··· RECORDS FOR THE TASK ···

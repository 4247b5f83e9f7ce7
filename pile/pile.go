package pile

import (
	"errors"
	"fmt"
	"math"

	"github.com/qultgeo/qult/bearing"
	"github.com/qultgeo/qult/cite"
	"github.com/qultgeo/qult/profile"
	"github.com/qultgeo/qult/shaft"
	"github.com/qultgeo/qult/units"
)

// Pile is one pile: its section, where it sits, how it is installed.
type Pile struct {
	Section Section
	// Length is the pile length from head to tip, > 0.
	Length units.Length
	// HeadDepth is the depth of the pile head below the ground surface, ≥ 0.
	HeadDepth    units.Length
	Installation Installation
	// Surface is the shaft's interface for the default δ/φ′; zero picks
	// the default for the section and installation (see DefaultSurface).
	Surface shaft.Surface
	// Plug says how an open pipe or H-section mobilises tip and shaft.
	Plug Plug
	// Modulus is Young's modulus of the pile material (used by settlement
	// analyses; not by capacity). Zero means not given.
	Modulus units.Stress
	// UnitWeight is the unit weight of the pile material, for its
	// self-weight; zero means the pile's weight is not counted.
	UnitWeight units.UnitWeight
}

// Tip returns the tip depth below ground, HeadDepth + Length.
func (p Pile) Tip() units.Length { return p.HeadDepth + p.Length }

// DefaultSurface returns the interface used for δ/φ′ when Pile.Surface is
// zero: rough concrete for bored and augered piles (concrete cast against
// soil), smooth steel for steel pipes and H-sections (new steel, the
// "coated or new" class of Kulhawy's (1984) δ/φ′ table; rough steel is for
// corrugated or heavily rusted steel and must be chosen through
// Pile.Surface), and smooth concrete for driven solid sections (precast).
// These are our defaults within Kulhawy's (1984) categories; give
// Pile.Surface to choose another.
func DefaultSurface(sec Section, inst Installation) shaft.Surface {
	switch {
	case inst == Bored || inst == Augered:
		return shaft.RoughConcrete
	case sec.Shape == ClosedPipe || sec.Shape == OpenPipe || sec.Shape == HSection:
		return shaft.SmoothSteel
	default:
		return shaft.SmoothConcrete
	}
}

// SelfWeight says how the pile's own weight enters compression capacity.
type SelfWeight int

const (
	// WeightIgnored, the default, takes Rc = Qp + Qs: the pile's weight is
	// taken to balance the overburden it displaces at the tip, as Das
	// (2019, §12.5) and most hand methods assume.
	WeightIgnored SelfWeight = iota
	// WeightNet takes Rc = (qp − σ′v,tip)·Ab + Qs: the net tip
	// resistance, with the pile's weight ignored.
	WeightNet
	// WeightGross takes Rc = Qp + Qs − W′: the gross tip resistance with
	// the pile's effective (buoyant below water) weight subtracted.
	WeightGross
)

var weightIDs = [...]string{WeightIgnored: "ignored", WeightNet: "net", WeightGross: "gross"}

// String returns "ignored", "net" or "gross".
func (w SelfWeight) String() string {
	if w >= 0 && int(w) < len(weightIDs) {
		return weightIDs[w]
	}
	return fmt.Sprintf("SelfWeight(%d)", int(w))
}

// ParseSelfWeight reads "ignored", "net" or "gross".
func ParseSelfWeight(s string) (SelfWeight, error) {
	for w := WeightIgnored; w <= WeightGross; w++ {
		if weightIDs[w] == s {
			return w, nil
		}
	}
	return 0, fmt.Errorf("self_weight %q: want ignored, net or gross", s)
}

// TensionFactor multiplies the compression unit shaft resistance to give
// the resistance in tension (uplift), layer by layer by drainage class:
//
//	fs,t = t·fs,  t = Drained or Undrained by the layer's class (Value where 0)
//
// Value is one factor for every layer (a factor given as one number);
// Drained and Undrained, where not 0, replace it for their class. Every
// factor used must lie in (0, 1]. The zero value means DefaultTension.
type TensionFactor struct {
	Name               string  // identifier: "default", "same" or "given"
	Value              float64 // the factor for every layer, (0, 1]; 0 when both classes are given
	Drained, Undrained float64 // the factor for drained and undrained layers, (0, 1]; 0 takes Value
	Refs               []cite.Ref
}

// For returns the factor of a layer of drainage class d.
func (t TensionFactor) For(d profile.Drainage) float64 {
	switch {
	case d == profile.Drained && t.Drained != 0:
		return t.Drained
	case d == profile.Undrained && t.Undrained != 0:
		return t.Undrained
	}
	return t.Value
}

···
··· RECORDS FOR THE TASK ···

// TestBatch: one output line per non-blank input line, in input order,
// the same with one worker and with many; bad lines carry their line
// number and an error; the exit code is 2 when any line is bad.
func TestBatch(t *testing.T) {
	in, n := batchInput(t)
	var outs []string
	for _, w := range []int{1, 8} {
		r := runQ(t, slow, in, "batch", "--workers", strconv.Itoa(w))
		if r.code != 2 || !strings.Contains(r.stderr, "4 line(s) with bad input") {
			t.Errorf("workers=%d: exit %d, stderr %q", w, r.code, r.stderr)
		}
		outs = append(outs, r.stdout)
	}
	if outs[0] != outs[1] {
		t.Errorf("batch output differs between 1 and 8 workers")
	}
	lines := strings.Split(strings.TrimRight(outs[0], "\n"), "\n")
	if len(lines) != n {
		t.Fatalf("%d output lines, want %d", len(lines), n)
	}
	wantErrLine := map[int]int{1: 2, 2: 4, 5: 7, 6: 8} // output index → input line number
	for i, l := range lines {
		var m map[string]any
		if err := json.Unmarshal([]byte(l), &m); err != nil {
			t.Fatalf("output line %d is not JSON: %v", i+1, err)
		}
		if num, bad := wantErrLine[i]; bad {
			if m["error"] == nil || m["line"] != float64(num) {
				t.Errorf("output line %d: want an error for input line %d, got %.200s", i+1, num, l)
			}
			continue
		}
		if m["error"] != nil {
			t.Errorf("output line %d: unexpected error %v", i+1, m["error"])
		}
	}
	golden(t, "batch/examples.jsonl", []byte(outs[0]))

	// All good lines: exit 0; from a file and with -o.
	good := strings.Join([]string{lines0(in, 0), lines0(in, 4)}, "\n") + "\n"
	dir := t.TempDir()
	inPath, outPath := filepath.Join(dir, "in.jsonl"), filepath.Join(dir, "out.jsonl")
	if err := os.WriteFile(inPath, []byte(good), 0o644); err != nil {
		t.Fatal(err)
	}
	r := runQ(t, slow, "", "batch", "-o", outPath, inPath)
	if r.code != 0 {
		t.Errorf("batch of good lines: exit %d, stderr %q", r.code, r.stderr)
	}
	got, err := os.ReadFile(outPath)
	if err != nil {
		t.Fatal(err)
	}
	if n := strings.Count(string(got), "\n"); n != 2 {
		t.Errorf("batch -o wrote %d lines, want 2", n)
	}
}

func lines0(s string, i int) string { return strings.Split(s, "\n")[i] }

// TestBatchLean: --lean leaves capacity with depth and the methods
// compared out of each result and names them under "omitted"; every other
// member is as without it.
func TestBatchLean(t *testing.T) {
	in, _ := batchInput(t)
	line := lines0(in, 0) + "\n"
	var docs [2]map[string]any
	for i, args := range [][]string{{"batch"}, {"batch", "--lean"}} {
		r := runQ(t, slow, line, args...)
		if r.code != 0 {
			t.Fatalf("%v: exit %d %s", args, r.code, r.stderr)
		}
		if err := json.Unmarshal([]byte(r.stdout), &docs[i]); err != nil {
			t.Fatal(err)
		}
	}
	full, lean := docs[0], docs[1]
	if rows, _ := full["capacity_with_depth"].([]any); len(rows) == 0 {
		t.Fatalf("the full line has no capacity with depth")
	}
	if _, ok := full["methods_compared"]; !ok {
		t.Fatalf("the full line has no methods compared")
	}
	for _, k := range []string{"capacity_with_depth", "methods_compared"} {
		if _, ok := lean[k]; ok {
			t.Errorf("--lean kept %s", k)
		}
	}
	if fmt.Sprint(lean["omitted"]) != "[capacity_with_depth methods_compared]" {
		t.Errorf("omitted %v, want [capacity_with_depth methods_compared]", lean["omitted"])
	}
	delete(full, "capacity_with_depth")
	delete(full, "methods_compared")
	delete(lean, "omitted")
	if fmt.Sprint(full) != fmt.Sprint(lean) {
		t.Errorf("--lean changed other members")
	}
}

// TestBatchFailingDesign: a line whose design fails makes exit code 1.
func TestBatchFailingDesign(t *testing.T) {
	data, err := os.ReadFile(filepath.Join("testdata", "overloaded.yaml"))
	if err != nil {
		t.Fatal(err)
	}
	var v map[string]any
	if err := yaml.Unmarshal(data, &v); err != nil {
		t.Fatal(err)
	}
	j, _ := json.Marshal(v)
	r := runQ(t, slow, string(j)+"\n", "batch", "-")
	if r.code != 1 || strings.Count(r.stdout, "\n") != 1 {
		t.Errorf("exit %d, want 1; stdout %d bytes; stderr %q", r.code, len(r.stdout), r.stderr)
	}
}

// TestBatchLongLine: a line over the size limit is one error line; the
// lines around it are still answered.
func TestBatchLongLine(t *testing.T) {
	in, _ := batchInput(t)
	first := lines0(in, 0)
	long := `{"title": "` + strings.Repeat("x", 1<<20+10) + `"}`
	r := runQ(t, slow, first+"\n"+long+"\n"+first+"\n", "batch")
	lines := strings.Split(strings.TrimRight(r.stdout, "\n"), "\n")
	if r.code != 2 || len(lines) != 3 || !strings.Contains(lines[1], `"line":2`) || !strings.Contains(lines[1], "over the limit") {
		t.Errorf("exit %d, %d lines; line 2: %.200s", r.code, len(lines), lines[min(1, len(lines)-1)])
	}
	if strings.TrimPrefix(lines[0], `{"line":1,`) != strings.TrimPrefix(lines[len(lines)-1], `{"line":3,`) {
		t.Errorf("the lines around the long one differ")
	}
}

···

Within the material above, copy exactly the lines from the line that holds "installation (see DefaultSurface)." up to and including the line that holds "HeadDepth + Length.".

* WORKED SOLUTION
	// the default for the section and installation (see DefaultSurface).
	Surface shaft.Surface
	// Plug says how an open pipe or H-section mobilises tip and shaft.
	Plug Plug
	// Modulus is Young's modulus of the pile material (used by settlement
	// analyses; not by capacity). Zero means not given.
	Modulus units.Stress
	// UnitWeight is the unit weight of the pile material, for its
	// self-weight; zero means the pile's weight is not counted.
	UnitWeight units.UnitWeight
}

// Tip returns the tip depth below ground, HeadDepth + Length.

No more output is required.